After sending an interrupt, the traceback is:

  File "/root/.pyenv/versions/3.6.8/lib/python3.6/site-packages/mmdet/apis/train.py", line 170, in train_detector
    runner.run(data_loaders, cfg.workflow)
  File "/root/.pyenv/versions/3.6.8/lib/python3.6/site-packages/mmcv/runner/epoch_based_runner.py", line 127, in run
    epoch_runner(data_loaders[i], **kwargs)
  File "/root/.pyenv/versions/3.6.8/lib/python3.6/site-packages/mmcv/runner/epoch_based_runner.py", line 47, in train
    for i, data_batch in enumerate(self.data_loader):
  File "/root/.pyenv/versions/3.6.8/lib/python3.6/site-packages/torch/utils/data/dataloader.py", line 521, in __next__
    data = self._next_data()
  File "/root/.pyenv/versions/3.6.8/lib/python3.6/site-packages/torch/utils/data/dataloader.py", line 1186, in _next_data
    idx, data = self._get_data()
  File "/root/.pyenv/versions/3.6.8/lib/python3.6/site-packages/torch/utils/data/dataloader.py", line 1152, in _get_data
    success, data = self._try_get_data()
  File "/root/.pyenv/versions/3.6.8/lib/python3.6/site-packages/torch/utils/data/dataloader.py", line 990, in _try_get_data
    data = self._data_queue.get(timeout=timeout)
  File "/root/.pyenv/versions/3.6.8/lib/python3.6/multiprocessing/queues.py", line 104, in get
    if not self._poll(timeout):
  File "/root/.pyenv/versions/3.6.8/lib/python3.6/multiprocessing/connection.py", line 257, in poll
    return self._poll(timeout)
  File "/root/.pyenv/versions/3.6.8/lib/python3.6/multiprocessing/connection.py", line 414, in _poll
    r = wait([self], timeout)
  File "/root/.pyenv/versions/3.6.8/lib/python3.6/multiprocessing/connection.py", line 911, in wait
    ready = selector.select(timeout)
  File "/root/.pyenv/versions/3.6.8/lib/python3.6/selectors.py", line 376, in select
    fd_event_list = self._poll.poll(timeout)
KeyboardInterrupt

Anyone has any idea? @wayi @AndreaSottana @ptrblck

wayi · September 22, 2021, 8:10am

Looks like uneven inputs for me.

Can you add no_sync context manager to disable allreduce in DDP?
https://pytorch.org/docs/stable/_modules/torch/nn/parallel/distributed.html#DistributedDataParallel.no_sync

This way you shouldn’t have any gradient synchronization, and you can check if this issue still occurs.

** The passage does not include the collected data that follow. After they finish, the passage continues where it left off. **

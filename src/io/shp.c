/*
** io/shp.c -- placeholder until the shp format lands.
*/
#include "ioInt.h"

static int shp_probe(const char *path) { (void)path; return 0; }
static st_status shp_open(st_reader *r) { return st_reader_fail(r, ST_ERR_FORMAT, -1, "shp reading is not built yet"); }
static st_status shp_next(st_reader *r, st_feature **out) { (void)r; *out = NULL; return ST_OK; }
static void shp_close(st_reader *r) { (void)r; }
const st_reader_format st_shp_reader_format = {"shp", shp_probe, shp_open, shp_next, shp_close};

static const char *const shp_ext[] = {".shp-unbuilt", NULL};
static st_status shp_wopen(st_writer *w) { return st_writer_fail(w, ST_ERR_USAGE, "shp writing is not built yet"); }
static st_status shp_begin(st_writer *w, const char *n, const st_fields *f, st_geom_type t) { (void)w; (void)n; (void)f; (void)t; return ST_ERR_USAGE; }
static st_status shp_write(st_writer *w, const st_feature *f) { (void)w; (void)f; return ST_ERR_USAGE; }
static st_status shp_end(st_writer *w) { (void)w; return ST_ERR_USAGE; }
static st_status shp_finish(st_writer *w) { (void)w; return ST_ERR_USAGE; }
static void shp_discard(st_writer *w) { (void)w; }
const st_writer_format st_shp_writer_format = {"shp", shp_ext, 0, shp_wopen, shp_begin, shp_write, shp_end, shp_finish, NULL, shp_discard};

wayi · September 28, 2021, 7:33pm

Another suggestion is enabling debug mode by:
os.environ["TORCH_DISTRIBUTED_DEBUG"] = "DETAIL"

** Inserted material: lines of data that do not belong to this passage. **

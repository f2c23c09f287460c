/*
** defaults/dtable.c -- reading a defaults table (`table "file.csv"` in a
** defaults block) into default entries.
**
** Input:   a CSV file (csvread.h) with a header row naming its columns:
**            scope   district | region | everywhere          (required)
**            key     the district/region pattern ('*', '?'); empty for
**                    everywhere                              (required)
**            field   a schema field                          (required)
**            value   a valid value of that field             (required)
**            share   percent (60 or 60%); empty for a single value
**            <field> a condition on another schema field: a value, or for
**                    a number field a range lo..hi (either end may be left
**                    open); an empty cell means any value
**            note, source, comment   ignored (for the table's own notes)
**          Rows with the same scope, key, field and conditions form one
**          distribution; its shares must add up to 100 %.
** Output:  entries appended to the st_defaults set, in the order their
**          first row appears; their rule is "file:line" of that row.
** Errors:  ST_ERR_RULE with "file:line: ..." for bad content,
**          ST_ERR_FORMAT/IO/LIMIT from the CSV reader.
** Limits:  ST_DEFAULTS_MAX_TABLE_BYTES a file, ST_DEFAULTS_MAX_ROWS rows.
*/
#include <math.h>
#include <stdio.h>
#include <stdlib.h>
#include <string.h>
#include <strings.h>

#include "defaultsInt.h"
#include "stocktake/csvread.h"

enum { COL_IGNORE = -1, COL_SCOPE = -2, COL_KEY = -3, COL_FIELD = -4, COL_VALUE = -5,
       COL_SHARE = -6 };

typedef struct tstate {
    st_defaults *d;
    const char *path;
    const char *rule;          /* the `table` line, for context */
    st_diags *diags;
    int32_t *col;              /* per column: COL_* or a condition's field */
    size_t ncols;
    int have[5];               /* scope key field value share seen */
    st_strtab *groups;         /* group signature -> index among 'first' */
    size_t *first;             /* per group: entry index */
    long *first_line;          /* per group: line of its first row */
    size_t ngroups, capgroups;
    st_buf sig;
    size_t rows;
} tstate;

static st_status bad(tstate *t, long line, const char *fmt, const char *a, const char *b)
{
    st_loc loc = ST_LOC_LINE(t->path, line, 0, 0);
    return st_diags_add(t->diags, ST_SEV_ERROR, ST_ERR_RULE, &loc, fmt, a, b);
}

static st_status header(tstate *t, long line, char *const *cells, size_t n)
{
    static const char *const names[] = {"scope", "key", "field", "value", "share"};
    t->col = st_calloc(n ? n : 1, sizeof *t->col);
    if (!t->col)
        return ST_ERR_NOMEM;
    t->ncols = n;
    for (size_t i = 0; i < n; i++) {
        int32_t c = COL_IGNORE;
        for (int k = 0; k < 5; k++)
            if (!strcasecmp(cells[i], names[k])) {
                if (t->have[k])
                    return bad(t, line, "column '%s' is given twice%s", cells[i], "");
                t->have[k] = 1;
                c = -2 - k;
            }
        if (c == COL_IGNORE && strcasecmp(cells[i], "note") && strcasecmp(cells[i], "source") &&
            strcasecmp(cells[i], "comment")) {
            c = st_rules_field_find(t->d->rules, cells[i]);
            if (c < 0)
                return bad(t, line,
                           "column '%s' is neither scope, key, field, value, share, note, "
                           "source, comment nor a schema field%s", cells[i], "");
        }
        t->col[i] = c;
    }
    for (int k = 0; k < 4; k++)
        if (!t->have[k])
            return bad(t, line, "the header has no '%s' column%s", names[k], "");
    return ST_OK;
}

/* "60", "60%", "12.5 %" -> 60, 60, 12.5; -1 when not a share. */
static double parse_share(const char *s)
{
    char *end;
    double v = strtod(s, &end);
    if (end == s)
        return -1;
    while (*end == ' ')
        end++;
    if (*end == '%')
        end++;
    return *end || !(v > 0) || v > 100 ? -1 : v;
}

/* A condition cell on field fi: a value, or lo..hi for a number field. */
static st_status parse_cond(tstate *t, long line, uint32_t fi, const char *cell, dcond *c)
{
    const st_schema_field *sf = st_rules_field(t->d->rules, fi);
    int numeric = sf->kind == ST_KIND_INTEGER || sf->kind == ST_KIND_REAL;
    const char *dots = numeric ? strstr(cell, "..") : NULL;
    c->field = fi;
    if (!dots) {
        if (!st_rules_field_accepts(t->d->rules, fi, cell))
            return bad(t, line, "'%s' is not a value of field '%s'", cell, sf->name);
        c->text = st_defaults_keep(t->d, cell);
        c->is_range = 0;
        return c->text ? ST_OK : ST_ERR_NOMEM;
    }
    char lo[64], *end;
    size_t nlo = (size_t)(dots - cell);
    c->is_range = 1;
    c->lo = -INFINITY;
    c->hi = INFINITY;
    if (nlo >= sizeof lo)
        return bad(t, line, "'%s' is not a range lo..hi of field '%s'", cell, sf->name);
    if (nlo) {
        memcpy(lo, cell, nlo);
        lo[nlo] = '\0';
        c->lo = strtod(lo, &end);
        while (*end == ' ')
            end++;
        if (end == lo || *end)
            return bad(t, line, "'%s' is not a range lo..hi of field '%s'", cell, sf->name);
    }
    if (dots[2]) {
        c->hi = strtod(dots + 2, &end);
        if (end == dots + 2 || *end)
            return bad(t, line, "'%s' is not a range lo..hi of field '%s'", cell, sf->name);
    }
    if (c->lo > c->hi)
        return bad(t, line, "range '%s' of field '%s' is empty", cell, sf->name);
    return ST_OK;
}

/* The entry of this row's group: found by its signature, or new. */
static st_status group_of(tstate *t, long line, st_scope scope, const char *key, uint32_t fi,
                          dcond *conds, uint32_t nconds, dentry **out)
{
    st_buf_clear(&t->sig);
    st_status rc = st_buf_printf(&t->sig, "%d\x1f%s\x1f%u", (int)scope, key, fi);
    for (uint32_t i = 0; rc == ST_OK && i < nconds; i++)
        rc = conds[i].is_range
                 ? st_buf_printf(&t->sig, "\x1f%u:%.17g..%.17g", conds[i].field, conds[i].lo,
                                 conds[i].hi)
                 : st_buf_printf(&t->sig, "\x1f%u=%s", conds[i].field, conds[i].text);
    uint32_t id;
    int added = 0;
    if (rc == ST_OK)
        rc = st_strtab_intern(t->groups, t->sig.data, t->sig.len, &id, &added);
    if (rc != ST_OK)
        return rc;
    if (!added) {
        *out = &t->d->e[t->first[id]];
        return ST_OK;
    }
    if (t->ngroups == t->capgroups) {
        size_t cap = t->capgroups ? 2 * t->capgroups : 64;
        size_t *a = st_realloc(t->first, cap * sizeof *a);
        if (a)
            t->first = a;
        long *b = a ? st_realloc(t->first_line, cap * sizeof *b) : NULL;
        if (!b)
            return ST_ERR_NOMEM;
        t->first_line = b;
        t->capgroups = cap;
    }
    dentry *e = NULL;
    rc = st_defaults_new_entry(t->d, &e);
    if (rc != ST_OK)
        return rc;
    e->src = SRC_TABLE;
    e->scope = scope;
    e->field = fi;
    e->pattern = scope == ST_SCOPE_EVERYWHERE ? NULL : st_defaults_keep(t->d, key);
    char *rule = st_strdup_printf("%s:%ld", t->path, line);
    e->rule = rule ? st_defaults_keep_owned(t->d, rule) : NULL;
    if ((scope != ST_SCOPE_EVERYWHERE && !e->pattern) || !e->rule)
        return ST_ERR_NOMEM;
    if (nconds) {
        e->conds = st_malloc(nconds * sizeof *e->conds);
        if (!e->conds)
            return ST_ERR_NOMEM;
        memcpy(e->conds, conds, nconds * sizeof *conds);
        e->nconds = nconds;
    }
    t->first[t->ngroups] = (size_t)(e - t->d->e);
    t->first_line[t->ngroups++] = line;
    *out = e;
    return ST_OK;
}

static st_status add_choice(tstate *t, long line, dentry *e, const char *value, double share)
{
    for (uint32_t i = 0; i < e->nchoices; i++)
        if (!strcmp(e->choices[i].value, value))
            return bad(t, line, "'%s' is given twice for this default (first at %s)", value,
                       e->rule);
    dchoice *a = st_realloc(e->choices, (e->nchoices + 1) * sizeof *a);
    if (!a)
        return ST_ERR_NOMEM;
    e->choices = a;
    a[e->nchoices].value = st_defaults_keep(t->d, value);
    a[e->nchoices].share = share;   /* percent for now; -1 without a share */
    if (!a[e->nchoices].value)
        return ST_ERR_NOMEM;
    e->nchoices++;
    return ST_OK;
}

static st_status row(void *ud, long line, char *const *cells, size_t n)
{
    tstate *t = ud;
    if (!t->col)
        return header(t, line, cells, n);
    if (++t->rows + t->d->table_rows > ST_DEFAULTS_MAX_ROWS) {
        st_loc loc = ST_LOC_LINE(t->path, line, 0, 0);
        return st_diags_add(t->diags, ST_SEV_ERROR, ST_ERR_LIMIT, &loc,
                            "defaults tables have more than %u rows", ST_DEFAULTS_MAX_ROWS);
    }
    if (n != t->ncols) {
        char got[32], want[32];
        snprintf(got, sizeof got, "%zu", n);
        snprintf(want, sizeof want, "%zu", t->ncols);
        return bad(t, line, "%s cells where the header has %s", got, want);
    }
    const char *scope_s = "", *key = "", *field = "", *value = "", *share_s = "";
    dcond conds[ST_CSV_MAX_COLUMNS];
    uint32_t nconds = 0;
    for (size_t i = 0; i < n; i++) {
        switch (t->col[i]) {
        case COL_SCOPE: scope_s = cells[i]; break;
        case COL_KEY: key = cells[i]; break;
        case COL_FIELD: field = cells[i]; break;
        case COL_VALUE: value = cells[i]; break;
        case COL_SHARE: share_s = cells[i]; break;
        case COL_IGNORE: break;
        default:
            if (cells[i][0]) {
                st_status rc = parse_cond(t, line, (uint32_t)t->col[i], cells[i], &conds[nconds]);
                if (rc != ST_OK)
                    return rc;
                nconds++;
            }
        }
    }
    st_scope scope;
    if (!strcasecmp(scope_s, "district"))
        scope = ST_SCOPE_DISTRICT;
    else if (!strcasecmp(scope_s, "region"))
        scope = ST_SCOPE_REGION;
    else if (!strcasecmp(scope_s, "everywhere"))
        scope = ST_SCOPE_EVERYWHERE;
    else
        return bad(t, line, "scope '%s' is not district, region or everywhere%s", scope_s, "");
    if (scope == ST_SCOPE_EVERYWHERE && key[0])
        return bad(t, line, "an 'everywhere' row takes no key (got '%s')%s", key, "");
    if (scope != ST_SCOPE_EVERYWHERE && !key[0])
        return bad(t, line, "a '%s' row needs a key (a name or pattern)%s", scope_s, "");
    int32_t fi = st_rules_field_find(t->d->rules, field);
    if (fi < 0)
        return bad(t, line, "'%s' is not a schema field%s", field, "");
    for (uint32_t i = 0; i < nconds; i++)
        if (conds[i].field == (uint32_t)fi)
            return bad(t, line, "the default for '%s' cannot depend on '%s' itself", field, field);
    if (!st_rules_field_accepts(t->d->rules, (uint32_t)fi, value))
        return bad(t, line, "'%s' is not a value of field '%s'", value, field);
    double share = -1;
    if (share_s[0] && (share = parse_share(share_s)) < 0)
        return bad(t, line, "share '%s' is not a percentage above 0 and at most 100%s", share_s,
                   "");
    dentry *e = NULL;
    st_status rc = group_of(t, line, scope, key, (uint32_t)fi, conds, nconds, &e);
    return rc == ST_OK ? add_choice(t, line, e, value, share) : rc;
}

/* Shares: all given and adding up to 100, or one value without a share. */
static st_status check_groups(tstate *t)
{
    for (size_t g = 0; g < t->ngroups; g++) {
        dentry *e = &t->d->e[t->first[g]];
        double sum = 0;
        uint32_t with = 0;
        for (uint32_t i = 0; i < e->nchoices; i++)
            if (e->choices[i].share >= 0) {
                with++;
                sum += e->choices[i].share;
            }
        const char *field = st_rules_field(t->d->rules, e->field)->name;
        if (e->nchoices == 1 && !with) {
            e->choices[0].share = 1;
            continue;
        }
        if (with != e->nchoices)
            return bad(t, t->first_line[g], "default for '%s': give a share on every row of "
                       "a distribution, or one row without a share%s", field, "");
        if (fabs(sum - 100.0) > 1e-6) {
            char s[32];
            snprintf(s, sizeof s, "%g", sum);
            return bad(t, t->first_line[g], "default for '%s': shares add up to %s%%, not 100%%",
                       field, s);
        }
        for (uint32_t i = 0; i < e->nchoices; i++)
            e->choices[i].share /= 100.0;
    }
    return ST_OK;
}

st_status st_defaults_read_table(st_defaults *d, const st_default_table *tb, st_diags *diags)
{
    tstate t;
    memset(&t, 0, sizeof t);
    t.d = d;
    t.path = tb->path;
    t.rule = tb->rule;
    t.diags = diags;
    st_buf_init(&t.sig, 1 << 20);
    t.groups = st_strtab_new(0, 0);
    st_status rc = t.groups ? ST_OK : ST_ERR_NOMEM;
    if (rc == ST_OK)
        rc = st_csv_read(tb->path, ST_DEFAULTS_MAX_TABLE_BYTES, row, &t, diags);
    if (rc == ST_OK && !t.col) {
        st_loc loc = ST_LOC_FILE(tb->path);
        rc = st_diags_add(diags, ST_SEV_ERROR, ST_ERR_RULE, &loc,
                          "the defaults table is empty (named at %s)", tb->rule);
    }
    if (rc == ST_OK)
        rc = check_groups(&t);
    d->table_rows += t.rows;
    st_free(t.col);
    st_free(t.first);
    st_free(t.first_line);
    st_strtab_free(t.groups);
    st_buf_free(&t.sig);
    return rc;
}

111414 · June 17, 2022, 11:43am

Hi, I encounter a similar problem. Does yours be fixed?

Will_Chi · May 25, 2023, 7:06am

Hi @fanl , I also met this issue. Have you addressed it? I really look forward to your help!

fanl · May 26, 2023, 5:16am

It is a very complicated problem. For me, the issue disappeared when I abandoned VSCode in the server, but it may not be the real cause. Hope it helps.

Will_Chi · May 26, 2023, 7:38am

Very thanks for your reply! I am also using the server through VSCode. Let me have a try.

trancelestial · January 29, 2025, 10:32pm

I have the same exact issue happening. Has anyone figured out how to solve this problem?